Task to complete.
From the records below, output exactly the lines running from the line containing "filename server/ledger/bench_test.go" through the line containing "var err error", and no others.
+===+
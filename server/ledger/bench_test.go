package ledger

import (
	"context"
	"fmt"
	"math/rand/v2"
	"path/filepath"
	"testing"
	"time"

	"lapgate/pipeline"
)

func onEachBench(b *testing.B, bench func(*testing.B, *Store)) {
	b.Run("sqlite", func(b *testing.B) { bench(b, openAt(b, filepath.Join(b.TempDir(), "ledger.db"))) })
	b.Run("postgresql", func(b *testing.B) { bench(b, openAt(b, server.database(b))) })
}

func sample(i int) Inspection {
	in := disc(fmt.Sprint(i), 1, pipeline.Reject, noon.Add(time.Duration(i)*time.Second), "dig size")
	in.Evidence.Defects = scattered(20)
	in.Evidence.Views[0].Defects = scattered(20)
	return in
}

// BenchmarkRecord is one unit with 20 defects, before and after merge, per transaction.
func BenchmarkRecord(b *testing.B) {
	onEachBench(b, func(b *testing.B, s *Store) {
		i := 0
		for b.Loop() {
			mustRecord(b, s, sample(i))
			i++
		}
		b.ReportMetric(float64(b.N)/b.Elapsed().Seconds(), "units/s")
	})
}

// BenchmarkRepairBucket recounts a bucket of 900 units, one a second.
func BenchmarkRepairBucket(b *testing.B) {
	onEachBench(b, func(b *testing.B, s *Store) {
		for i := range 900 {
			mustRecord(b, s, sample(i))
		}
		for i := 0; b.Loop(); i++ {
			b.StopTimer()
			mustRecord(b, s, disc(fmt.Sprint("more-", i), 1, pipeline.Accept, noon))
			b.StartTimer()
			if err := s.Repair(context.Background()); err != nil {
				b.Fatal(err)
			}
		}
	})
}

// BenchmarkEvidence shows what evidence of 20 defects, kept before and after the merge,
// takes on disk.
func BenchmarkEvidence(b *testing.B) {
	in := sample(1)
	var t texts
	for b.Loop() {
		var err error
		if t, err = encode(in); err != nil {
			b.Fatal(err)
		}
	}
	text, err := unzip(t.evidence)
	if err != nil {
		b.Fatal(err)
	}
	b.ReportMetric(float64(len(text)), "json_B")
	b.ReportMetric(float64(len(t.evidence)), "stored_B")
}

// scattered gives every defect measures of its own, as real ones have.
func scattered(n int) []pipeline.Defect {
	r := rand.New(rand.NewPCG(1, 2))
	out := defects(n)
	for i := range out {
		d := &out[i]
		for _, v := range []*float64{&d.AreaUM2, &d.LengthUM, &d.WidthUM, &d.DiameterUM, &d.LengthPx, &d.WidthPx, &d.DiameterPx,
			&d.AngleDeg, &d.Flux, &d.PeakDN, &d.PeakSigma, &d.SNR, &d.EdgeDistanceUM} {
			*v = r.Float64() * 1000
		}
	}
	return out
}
+===+
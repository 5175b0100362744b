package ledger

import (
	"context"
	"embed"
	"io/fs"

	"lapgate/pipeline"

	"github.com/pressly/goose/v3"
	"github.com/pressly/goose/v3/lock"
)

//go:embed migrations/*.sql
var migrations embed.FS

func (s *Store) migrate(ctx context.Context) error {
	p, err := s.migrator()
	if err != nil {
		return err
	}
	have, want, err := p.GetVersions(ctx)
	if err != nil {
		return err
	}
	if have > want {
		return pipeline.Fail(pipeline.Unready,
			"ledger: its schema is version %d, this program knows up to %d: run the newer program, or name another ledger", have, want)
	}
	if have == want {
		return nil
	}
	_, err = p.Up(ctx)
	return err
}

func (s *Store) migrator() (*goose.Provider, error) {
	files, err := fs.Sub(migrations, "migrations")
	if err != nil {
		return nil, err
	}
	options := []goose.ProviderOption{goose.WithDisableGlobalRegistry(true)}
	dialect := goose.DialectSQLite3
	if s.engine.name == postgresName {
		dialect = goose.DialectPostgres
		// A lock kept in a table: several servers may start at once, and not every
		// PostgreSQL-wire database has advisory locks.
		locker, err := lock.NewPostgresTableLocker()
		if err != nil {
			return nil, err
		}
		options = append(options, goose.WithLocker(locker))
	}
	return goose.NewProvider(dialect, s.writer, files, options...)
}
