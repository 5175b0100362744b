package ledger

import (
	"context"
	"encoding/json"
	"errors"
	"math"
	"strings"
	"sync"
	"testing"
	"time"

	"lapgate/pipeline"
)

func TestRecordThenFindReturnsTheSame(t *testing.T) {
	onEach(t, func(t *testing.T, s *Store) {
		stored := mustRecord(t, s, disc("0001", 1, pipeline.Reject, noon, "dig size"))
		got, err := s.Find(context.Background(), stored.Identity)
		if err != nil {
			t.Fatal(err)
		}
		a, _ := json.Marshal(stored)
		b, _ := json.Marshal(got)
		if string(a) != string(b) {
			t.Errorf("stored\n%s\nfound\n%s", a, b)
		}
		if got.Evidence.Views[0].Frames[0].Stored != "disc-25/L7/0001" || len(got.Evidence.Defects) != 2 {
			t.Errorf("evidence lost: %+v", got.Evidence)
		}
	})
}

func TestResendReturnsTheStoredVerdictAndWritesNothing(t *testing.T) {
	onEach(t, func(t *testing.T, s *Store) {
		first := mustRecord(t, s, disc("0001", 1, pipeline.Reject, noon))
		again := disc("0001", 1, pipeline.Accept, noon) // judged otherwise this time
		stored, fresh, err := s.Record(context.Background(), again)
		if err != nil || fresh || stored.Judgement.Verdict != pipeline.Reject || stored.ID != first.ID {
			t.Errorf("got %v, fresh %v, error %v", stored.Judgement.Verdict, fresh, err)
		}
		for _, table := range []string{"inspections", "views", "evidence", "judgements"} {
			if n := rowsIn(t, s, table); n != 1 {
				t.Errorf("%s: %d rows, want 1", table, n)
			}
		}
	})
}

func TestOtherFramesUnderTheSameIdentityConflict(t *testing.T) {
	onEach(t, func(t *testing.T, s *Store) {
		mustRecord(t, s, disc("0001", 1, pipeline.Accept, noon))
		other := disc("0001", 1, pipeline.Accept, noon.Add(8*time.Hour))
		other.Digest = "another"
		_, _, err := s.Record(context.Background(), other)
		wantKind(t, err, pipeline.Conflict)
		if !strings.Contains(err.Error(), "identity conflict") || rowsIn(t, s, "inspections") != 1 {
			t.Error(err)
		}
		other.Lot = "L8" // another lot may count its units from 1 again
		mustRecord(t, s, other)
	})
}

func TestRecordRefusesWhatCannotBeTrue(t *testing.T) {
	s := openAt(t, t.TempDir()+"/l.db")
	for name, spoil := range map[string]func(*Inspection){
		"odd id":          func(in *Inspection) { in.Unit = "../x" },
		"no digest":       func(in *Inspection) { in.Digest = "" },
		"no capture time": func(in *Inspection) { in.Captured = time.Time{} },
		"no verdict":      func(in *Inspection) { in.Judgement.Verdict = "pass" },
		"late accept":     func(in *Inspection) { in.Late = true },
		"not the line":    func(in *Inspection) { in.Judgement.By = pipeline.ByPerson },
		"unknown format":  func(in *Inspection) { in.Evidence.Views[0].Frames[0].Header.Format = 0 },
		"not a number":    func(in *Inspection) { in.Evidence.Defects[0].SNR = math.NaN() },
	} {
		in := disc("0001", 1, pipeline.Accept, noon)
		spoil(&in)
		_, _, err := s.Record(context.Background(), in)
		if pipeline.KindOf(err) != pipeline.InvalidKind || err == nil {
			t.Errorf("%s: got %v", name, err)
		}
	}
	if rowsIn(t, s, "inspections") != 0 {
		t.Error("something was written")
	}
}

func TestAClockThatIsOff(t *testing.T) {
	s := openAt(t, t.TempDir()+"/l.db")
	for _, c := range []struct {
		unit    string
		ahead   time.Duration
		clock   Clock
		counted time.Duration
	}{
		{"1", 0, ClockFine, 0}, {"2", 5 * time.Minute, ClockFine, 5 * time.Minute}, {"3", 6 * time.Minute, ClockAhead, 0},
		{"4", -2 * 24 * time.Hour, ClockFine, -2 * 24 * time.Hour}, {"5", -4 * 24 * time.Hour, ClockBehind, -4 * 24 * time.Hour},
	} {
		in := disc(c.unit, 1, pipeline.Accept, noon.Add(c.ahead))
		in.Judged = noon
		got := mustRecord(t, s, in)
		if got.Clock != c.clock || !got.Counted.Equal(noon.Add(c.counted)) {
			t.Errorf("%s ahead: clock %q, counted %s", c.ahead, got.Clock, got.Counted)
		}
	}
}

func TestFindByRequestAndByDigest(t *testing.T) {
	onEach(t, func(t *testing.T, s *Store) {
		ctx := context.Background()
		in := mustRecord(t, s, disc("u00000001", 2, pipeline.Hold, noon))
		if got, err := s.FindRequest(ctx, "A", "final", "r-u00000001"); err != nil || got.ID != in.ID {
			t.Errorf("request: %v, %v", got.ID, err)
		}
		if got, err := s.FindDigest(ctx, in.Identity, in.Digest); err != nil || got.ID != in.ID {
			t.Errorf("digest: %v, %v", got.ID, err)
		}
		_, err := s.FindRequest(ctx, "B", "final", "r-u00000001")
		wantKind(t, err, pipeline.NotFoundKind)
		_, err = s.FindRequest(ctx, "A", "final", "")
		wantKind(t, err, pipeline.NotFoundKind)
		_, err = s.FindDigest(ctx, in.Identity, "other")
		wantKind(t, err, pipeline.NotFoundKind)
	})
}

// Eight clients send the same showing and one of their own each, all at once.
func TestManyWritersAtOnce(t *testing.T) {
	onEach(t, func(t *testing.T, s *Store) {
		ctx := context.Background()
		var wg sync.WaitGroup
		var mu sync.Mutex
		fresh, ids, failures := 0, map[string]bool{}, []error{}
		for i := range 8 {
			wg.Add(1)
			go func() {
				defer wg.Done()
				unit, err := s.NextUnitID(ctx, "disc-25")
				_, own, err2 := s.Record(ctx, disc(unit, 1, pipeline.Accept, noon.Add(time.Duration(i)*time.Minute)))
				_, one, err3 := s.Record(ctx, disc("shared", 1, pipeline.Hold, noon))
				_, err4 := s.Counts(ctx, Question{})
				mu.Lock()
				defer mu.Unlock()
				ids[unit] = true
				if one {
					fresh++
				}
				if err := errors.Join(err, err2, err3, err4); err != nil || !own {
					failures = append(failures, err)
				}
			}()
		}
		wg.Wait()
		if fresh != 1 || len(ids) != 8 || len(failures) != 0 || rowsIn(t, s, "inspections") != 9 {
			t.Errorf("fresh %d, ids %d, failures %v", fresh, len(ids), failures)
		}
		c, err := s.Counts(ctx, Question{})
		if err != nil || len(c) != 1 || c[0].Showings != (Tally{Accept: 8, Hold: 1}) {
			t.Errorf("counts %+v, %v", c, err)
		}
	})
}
+===+
Answer area.
filename server/ledger/bench_test.go
package ledger

import (
	"context"
	"fmt"
	"math/rand/v2"
	"path/filepath"
	"testing"
	"time"

	"lapgate/pipeline"
)

func onEachBench(b *testing.B, bench func(*testing.B, *Store)) {
	b.Run("sqlite", func(b *testing.B) { bench(b, openAt(b, filepath.Join(b.TempDir(), "ledger.db"))) })
	b.Run("postgresql", func(b *testing.B) { bench(b, openAt(b, server.database(b))) })
}

func sample(i int) Inspection {
	in := disc(fmt.Sprint(i), 1, pipeline.Reject, noon.Add(time.Duration(i)*time.Second), "dig size")
	in.Evidence.Defects = scattered(20)
	in.Evidence.Views[0].Defects = scattered(20)
	return in
}

// BenchmarkRecord is one unit with 20 defects, before and after merge, per transaction.
func BenchmarkRecord(b *testing.B) {
	onEachBench(b, func(b *testing.B, s *Store) {
		i := 0
		for b.Loop() {
			mustRecord(b, s, sample(i))
			i++
		}
		b.ReportMetric(float64(b.N)/b.Elapsed().Seconds(), "units/s")
	})
}

// BenchmarkRepairBucket recounts a bucket of 900 units, one a second.
func BenchmarkRepairBucket(b *testing.B) {
	onEachBench(b, func(b *testing.B, s *Store) {
		for i := range 900 {
			mustRecord(b, s, sample(i))
		}
		for i := 0; b.Loop(); i++ {
			b.StopTimer()
			mustRecord(b, s, disc(fmt.Sprint("more-", i), 1, pipeline.Accept, noon))
			b.StartTimer()
			if err := s.Repair(context.Background()); err != nil {
				b.Fatal(err)
			}
		}
	})
}

// BenchmarkEvidence shows what evidence of 20 defects, kept before and after the merge,
// takes on disk.
func BenchmarkEvidence(b *testing.B) {
	in := sample(1)
	var t texts
	for b.Loop() {
		var err error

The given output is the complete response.